- Theatrical poster
- Et rigtigt menneske
- Directed by: Åke Sandgren
- Screenplay by: Åke Sandgren
- Produced by: Ib Tardini
- Starring: Nikolaj Lie Kaas; Peter Mygind; Susan Olsen [da];
- Cinematography: Dirk Brüel
- Edited by: Kasper Leick
- Production company: Zentropa
- Distributed by: Nordisk Film (Denmark); Trust Film Sales (Foreign);
- Release date: 27 April 2001 (Denmark);
- Running time: 94 min.
- Country: Denmark
- Language: Danish

= Truly Human =

2001 film

Truly Human (Et rigtigt menneske), certified as Dogme #18, is a 2001 Danish drama film written and directed by Åke Sandgren, and starring Nikolaj Lie Kaas, Peter Mygind, and Susan Olsen.

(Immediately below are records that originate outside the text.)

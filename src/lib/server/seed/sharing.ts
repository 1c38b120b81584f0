/**
 * The demo's client side: the demo build's proposal shared with the demo client (who finds it at
 * /s after signing in), and a sent quote so the deposit can be tried on the local payment fake.
 * Idempotent: nothing is added once the demo variant has a link.
 */
import { eq } from 'drizzle-orm';
import { db } from '../db';
import { parts, shareLinks, variants } from '../db/schema';
import { createShareLink } from '../sharing/links';
import { ensureQuote, sendQuote, updateQuote } from '../sharing/quotes';
import { DEMO_STUDIO, DEMO_USERS } from './accounts';
import { DEMO_BUILD_ID } from './builds';

const DEMO_VARIANT = 'demo-variant-a';

/** Invented list prices by part kind, EUR cents. */
const INVENTED_PRICES: Record<string, number> = {
	board: 15_900,
	'cpu-block': 8_950,
	gpu: 42_000,
	'pump-reservoir': 13_400,
	pump: 9_900,
	reservoir: 5_900,
	radiator: 7_990,
	fan: 1_850,
	psu: 11_900,
	fitting: 650,
	drive: 6_900,
	other: 2_500
};

export async function seedSharing() {
	const [variant] = await db.select().from(variants).where(eq(variants.id, DEMO_VARIANT));
	if (!variant) return;
	const [existing] = await db
		.select({ id: shareLinks.id })
		.from(shareLinks)
		.where(eq(shareLinks.variantId, DEMO_VARIANT))
		.limit(1);
	if (existing) return;
	const designer = DEMO_USERS.find((u) => u.role === 'designer')!;
	const client = DEMO_USERS.find((u) => u.role === 'client')!;
	await createShareLink({
		studioId: DEMO_STUDIO.id,
		buildId: DEMO_BUILD_ID,
		variantId: DEMO_VARIANT,
		createdBy: designer.id,
		recipientEmail: client.email,
		recipientName: client.name
	});
	const q = await ensureQuote({
		studioId: DEMO_STUDIO.id,
		buildId: DEMO_BUILD_ID,
		variantId: DEMO_VARIANT,
		settings: variant.settings
	});
	// Invented figures: list prices where the catalogue has none, labour, 20 % tax, 30 % deposit.
	const categories = new Map(
		(await db.select({ id: parts.id, category: parts.category }).from(parts)).map((p) => [
			p.id,
			p.category
		])
	);
	const lines = q.lines.map((l) => ({
		id: l.id,
		description: l.description,
		quantity: l.quantity,
		remove: false,
		unitPriceMinor:
			l.unitPriceMinor ??
			INVENTED_PRICES[categories.get(l.partId ?? '') ?? 'other'] ??
			INVENTED_PRICES.other
	}));
	await updateQuote(q.quote.id, {
		currency: q.quote.currency,
		labourMinor: 15_000,
		labourNote: 'Assembly, leak test and cable work',
		taxRateBp: 2_000,
		depositKind: 'percent',
		depositValue: 3_000,
		notes: 'Parts are ordered once the deposit is in.',
		lines,
		added: []
	});
	await sendQuote(q.quote.id);
}
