function enginePairs(boxes: Box[]): Set<number> {
	const { pairs, count } = overlapVolumes(boxes);
	const out = new Set<number>();
	for (let k = 0; k < count; k++) out.add(pairKey(pairs[2 * k], pairs[2 * k + 1]));
	return out;
}

function sameSet(a: Set<number>, b: Set<number>): boolean {
	if (a.size !== b.size) return false;
	for (const x of a) if (!b.has(x)) return false;
	return true;
}

interface Row {
	n: number;
	pairs: number;
	engineMs: number;
	boxIntersectMs: number;
	naiveMs: number | null;
}

function broadphaseRow(n: number): Row {
	const boxes = randomBoxes(n, SEED + n);
	const arrays = boxes.map((b) => [...b.min, ...b.max]);
	const box3s = boxes.map((b) => new Box3(new Vector3(...b.min), new Vector3(...b.max)));
	const runs = n <= 200 ? 101 : n <= 2000 ? 21 : 9;
	const warmup = n <= 200 ? 300 : n <= 2000 ? 20 : 4;

	const contenders: Record<string, () => number[] | ReturnType<typeof overlapVolumes>> = {
		engine: () => overlapVolumes(boxes),
		boxIntersect: () => {
			const out: number[] = [];
			boxIntersect(arrays, (i, j) => {
				out.push(i, j);
			});
			return out;
		}
	};
	if (n <= 2000) {
		contenders.naive = () => {
			const out: number[] = [];
			const shared = new Box3();
			const size = new Vector3();
			for (let i = 0; i < n; i++) {
				for (let j = i + 1; j < n; j++) {
					if (!box3s[i].intersectsBox(box3s[j])) continue;
					shared.copy(box3s[i]).intersect(box3s[j]).getSize(size);
					out.push(i, j, size.x * size.y * size.z);
				}
			}
			return out;
		};
	}
	const timed = interleaved(contenders, runs, warmup);
	const engine = timed.engine;
	const bi = timed.boxIntersect as { ms: number; result: number[] };
	const naive = (timed.naive as { ms: number; result: number[] } | undefined) ?? null;

	// Every contender must have found the same pairs (random real coordinates never just touch).
	const mine = enginePairs(boxes);
	const theirs = new Set<number>();
	for (let k = 0; k < bi.result.length; k += 2) theirs.add(pairKey(bi.result[k], bi.result[k + 1]));
	if (!sameSet(mine, theirs)) {
		throw new Error(`n=${n}: engine and box-intersect disagree (${mine.size} vs ${theirs.size})`);
	}
	if (naive) {
		const plain = new Set<number>();
		for (let k = 0; k < naive.result.length; k += 3) {
			plain.add(pairKey(naive.result[k], naive.result[k + 1]));
		}
		if (!sameSet(mine, plain)) {
			throw new Error(`n=${n}: engine and naive Box3 disagree (${mine.size} vs ${plain.size})`);
		}
	}
	return {
		n,
		pairs: mine.size,
		engineMs: engine.ms,
		boxIntersectMs: bi.ms,
		naiveMs: naive ? naive.ms : null
	};
}

const panel = (kind: 'solid' | 'mesh' = 'solid') => ({ thicknessMm: 2, kind, offsetMm: 0 });

/**
 * A realistic large layout: 600 × 400 × 500 mm inside, a sliding divider and a bracket, 100 placed
 * parts of ten invented kinds (one or two bodies, one keep-out each) on a loose grid, a few of
 * them overlapping.
 */
function hundredPartScene(): Scene {
	const next = rng(SEED);
	const parts = Array.from({ length: 10 }, (_, k) => {
		const w = 20 + Math.round(next() * 40);
		const h = 15 + Math.round(next() * 30);
		const d = 20 + Math.round(next() * 40);
		const bodies = [
			{ id: 'body', label: 'body', box: { min: [0, 0, 0] as Vec3, max: [w, h, d] as Vec3 } }
		];
		if (k % 2 === 0) {
			bodies.push({ id: 'cap', label: 'cap', box: { min: [4, h, 4], max: [w - 4, h + 6, d - 4] } });
		}
		return {
			id: `kind-${k}`,
			name: `Generic part ${k}`,
			category: 'other' as const,
			bodies,
			keepouts: [
				{
					id: 'room',
					label: 'service room',
					kind: 'service' as const,
					severity: (k % 3 === 0 ? 'warning' : 'error') as 'warning' | 'error',
					box: { min: [0, -8, 0] as Vec3, max: [w, 0, d] as Vec3 }
				}
			]
		};
	});
	const placements = Array.from({ length: 100 }, (_, i) => {
		const col = i % 10;
		const row = Math.floor(i / 10) % 5;
		const layer = Math.floor(i / 50);
		return {
			id: `p${String(i).padStart(3, '0')}`,
			partId: `kind-${Math.floor(next() * 10)}`,
			position: [
				col * 58 + 4 + Math.round(next() * 10),
				10 + layer * 180 + Math.round(next() * 20),
				row * 96 + 4 + Math.round(next() * 20)
			] as Vec3,
			rotation: { x: 0, y: Math.floor(next() * 4), z: 0 }
		};
	});
	const input: SceneInput = {
		format: 'interstice.scene',
		version: 1,
		enclosure: {
			name: 'Benchmark enclosure',
			outerMm: [604, 404, 504],
			walls: {
				left: panel(),
				right: panel(),
				bottom: panel(),
				top: panel(),
				front: panel('mesh'),
				back: panel()
			},
			dividers: [
				{
					id: 'shelf',
					label: 'Shelf',
					axis: 'y',
					thicknessMm: 2,
					positions: { kind: 'range', minMm: 120, maxMm: 200, stepMm: 10 }
				}
			],
			brackets: [
				{
					id: 'bar',
					label: 'Bar',
					kind: 'other',
					box: { min: [0, 380, 0], max: [600, 390, 20] },
					axis: 'z',
					travel: { minMm: 0, maxMm: 400, stepMm: 20 }
				}
			],
			mounts: []
		},
		parts,
		dividerPositions: { shelf: 170 },
		placements
	};
	return sceneSchema.parse(input);
}

/**
 * 94 single-body parts + 6 walls = 100 boxes, and a divider with 200 allowed positions. The blocks
 * sit in distinct cells of a 50 mm grid, so they clear each other and the divider collides only
 * where it passes through one.
 */
function sweepScene(): Scene {
	const next = rng(SEED + 1);
	const cells = Array.from({ length: 20 * 6 * 6 }, (_, i) => i);
	for (let i = cells.length - 1; i > 0; i--) {
		const j = Math.floor(next() * (i + 1));
		[cells[i], cells[j]] = [cells[j], cells[i]];
	}
	const placements = cells.slice(0, 94).map((c, i) => ({
		id: `p${String(i).padStart(3, '0')}`,
		partId: 'block',
		position: [
			(c % 20) * 50 + 5,
			(Math.floor(c / 20) % 6) * 50 + 5,
			Math.floor(c / 120) * 50 + 5
		] as Vec3
	}));
	return sceneSchema.parse({
		format: 'interstice.scene',
		version: 1,
		enclosure: {
			name: 'Sweep enclosure',
			outerMm: [1004, 304, 304],
			walls: {
				left: panel(),
				right: panel(),
				bottom: panel(),
				top: panel(),
				front: panel(),
				back: panel()
			},
			dividers: [
				{
					id: 'wall',
					label: 'Divider',
					axis: 'x',
					thicknessMm: 2,
					positions: { kind: 'range', minMm: 100, maxMm: 896, stepMm: 4 }
				}
			]
		},
		parts: [
			{
				id: 'block',
				name: 'Block',
				category: 'other',
				bodies: [{ id: 'body', label: 'body', box: { min: [0, 0, 0], max: [40, 40, 40] } }]
			}
		],
		dividerPositions: { wall: 100 },
		placements
	} satisfies SceneInput);
}

/**
 * 100 blocks 40 mm a side in 50 mm cells (10 × 5 × 2), every fifth pushed 15 mm right: into its
 * neighbour (5 mm) or, at the end of a row, into the right panel. Exactly 20 problems, each
 * with its clearing search against the whole scene.
 */
function problemScene(): Scene {
	const placements = Array.from({ length: 100 }, (_, i) => {
		const col = i % 10;
		const row = Math.floor(i / 10) % 5;
		const layer = Math.floor(i / 50);
		const push = i % 5 === 0 ? 15 : 0;
		return {
			id: `p${String(i).padStart(3, '0')}`,
			partId: 'block',
			position: [col * 50 + 5 + push, row * 50 + 5, layer * 50 + 5] as Vec3
		};
	});
	return sceneSchema.parse({
		format: 'interstice.scene',
		version: 1,
		enclosure: {
			name: 'Problem enclosure',
			outerMm: [504, 254, 104],
			walls: {
				left: panel(),
				right: panel(),
				bottom: panel(),
				top: panel(),
				front: panel(),
				back: panel()
			}
		},
		parts: [
			{
				id: 'block',
				name: 'Block',
				category: 'other',
				bodies: [{ id: 'body', label: 'body', box: { min: [0, 0, 0], max: [40, 40, 40] } }]
			}
		],
		placements
	} satisfies SceneInput);
}

/** 5,000 invented one- or two-body parts, 10–150 mm a side, a third with a fitting keep-out on top. */
function catalogue(n: number): FitCandidate[] {
	const next = rng(SEED + 2);
	return Array.from({ length: n }, (_, i) => {
		const size: Vec3 = [
			10 + Math.round(next() * 140),
			10 + Math.round(next() * 140),
			5 + Math.round(next() * 60)
		];
		const bodies = [{ id: 'body', label: 'body', box: { min: [0, 0, 0] as Vec3, max: size } }];
		if (i % 4 === 0) {
			bodies.push({
				id: 'tab',
				label: 'tab',
				box: { min: [0, 0, size[2]], max: [size[0] / 2, size[1] / 2, size[2] + 5] }
			});
		}
		const keepouts =
			i % 3 === 0
				? [
						{
							id: 'fit',
							label: 'fitting room',
							kind: 'fitting' as const,
							severity: 'error' as const,
							box: { min: [0, size[1], 0] as Vec3, max: [size[0], size[1] + 20, size[2]] as Vec3 }
						}
					]
				: [];
		return {
			part: {
				id: `cat-${i}`,
				name: `Catalogue part ${i}`,
				category: 'other',
				bodies,
				keepouts,
				ports: [],
				specs: {},
				provenance: 'estimate',
				toleranceMm: 0
			}
		};
	});
}

/**
 * "What fits here" on one mount at every position of one control: the 100-part scene with a front
 * fan mount added (the shelf's 9 positions), against the naive way (compose the scene with the
 * candidate placed, run checkScene) timed on a sample and scaled to the same number of checks.
 */
function fitsRow() {
	const base = hundredPartScene();
	const scene = sceneSchema.parse({
		...base,
		enclosure: {
			...base.enclosure,
			mounts: [
				{
					id: 'front',
					label: 'Front mount',
					kind: 'fan',
					face: 'front',
					region: { min: [0, 0, 0], max: [600, 400, 60] },
					accepts: [],
					budgetMm: 60
				}
			]
		}
	});
	const cands = catalogue(5000);
	const control = { kind: 'divider' as const, id: 'shelf' };
	const fast = time(
		() => partsByPositions(scene, { kind: 'mount', mountId: 'front' }, cands, control),
		5,
		1
	);
	if (process.env.BENCH_ONLY === 'fits-fast') {
		return {
			ms: fast.ms,
			p10: fast.p10,
			cpuMs: cpuMedian(() =>
				partsByPositions(scene, { kind: 'mount', mountId: 'front' }, cands, control)
			),
			naiveMs: NaN,
			cells: cands.length * 9
		};
	}
	const positions = fast.result.positions;
	const sample = cands.slice(0, 40);
	const mount = scene.enclosure.mounts[0];
	const resolved = resolveScene(scene);
	const naive = time(
		() => {
			let fits = 0;
			for (const c of sample) {
				const landing = landOnMount(resolved, mount, c.part);
				if ('reason' in landing) continue;
				for (const p of positions) {
					const placed = sceneSchema.parse({
						...scene,
						dividerPositions: { shelf: p.offsetMm },
						parts: [...scene.parts, c.part],
						placements: [
							...scene.placements,
							{ id: 'cand', partId: c.part.id, ...landing, mountId: 'front' }
						]
					});
					const report = checkScene(placed);
					const status = report.parts.find((x) => x.placementId === 'cand')!.status;
					if (status === 'clear' || status === 'tight') fits++;
				}
			}
			return fits;
		},
		3,
		1
	);
	// The fast table must say what the naive way says for the sample, cell for cell in total.
	const fastFits = fast.result.rows
		.slice(0, sample.length)
		.reduce((n, r) => n + r.cells.filter((c) => c.fits).length, 0);
	if (fastFits !== naive.result) {
		throw new Error(`what fits here: ${fastFits} fitting cells, the naive way ${naive.result}`);
	}
	const perCheck = naive.ms / (sample.length * positions.length);
	const naiveMs = perCheck * cands.length * positions.length;
	return {
		ms: fast.ms,
		p10: fast.p10,
		cpuMs: cpuMedian(() =>
			partsByPositions(scene, { kind: 'mount', mountId: 'front' }, cands, control)
		),
		naiveMs,
		cells: cands.length * positions.length
	};
}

Produced by Lars von Trier's and Peter Aalbæk Jensen's company Zentropa, the film was created following the Dogme 95 rules, and is experimental in style and narrative.

== Plot ==
A contemporary fable about an invisible man who is given the chance to become a real human being. "P" is an imaginary character in the mind of seven-year-old Lisa. He lives behind the wallpaper in her bedroom. One day the house is demolished and he emerges from the rubble. With no language or identity he sets out into the human world, ending up at a refugee centre. This is the start of the account of "P's" dramatic progress through decline on his way to become truly human.

== Cast ==
- Nikolaj Lie Kaas as P
- Peter Mygind as Walther
- Susan Olsen as Charlotte (as Susan A. Olsen)
- Troels II Munk as Stromboli
- Line Kruse as Tanja
- Søren Hauch-Fausbøll as Kjeldsen
- Clara Nepper Winther as Lisa
- Oliver Zahle as Benny
- Charlotte Munksgaard as Molly (as Chalotte Munksgaard)
- Klaus Bondam as Ulrik
- Peter Belli as Sedergren
- Hans Henrik Voetmann as customer in shoe shop
- Josephine Cadan as Zelma
- Jesper Asholt as Tern
- Henning Palner as Forsberg
- Anne Oppenhagen Pagh as Anna, secretary

== Themes ==
The film uses a Kaspar Hauser-like fantasy premise to tell a modern-day story that deal with sensitive issues like racism and immigration with a sharp edge to it.

== Accolades ==
Nikolaj Lie Kaas won the 2002 Robert Award for Best Actor in a Leading Role for his role as P.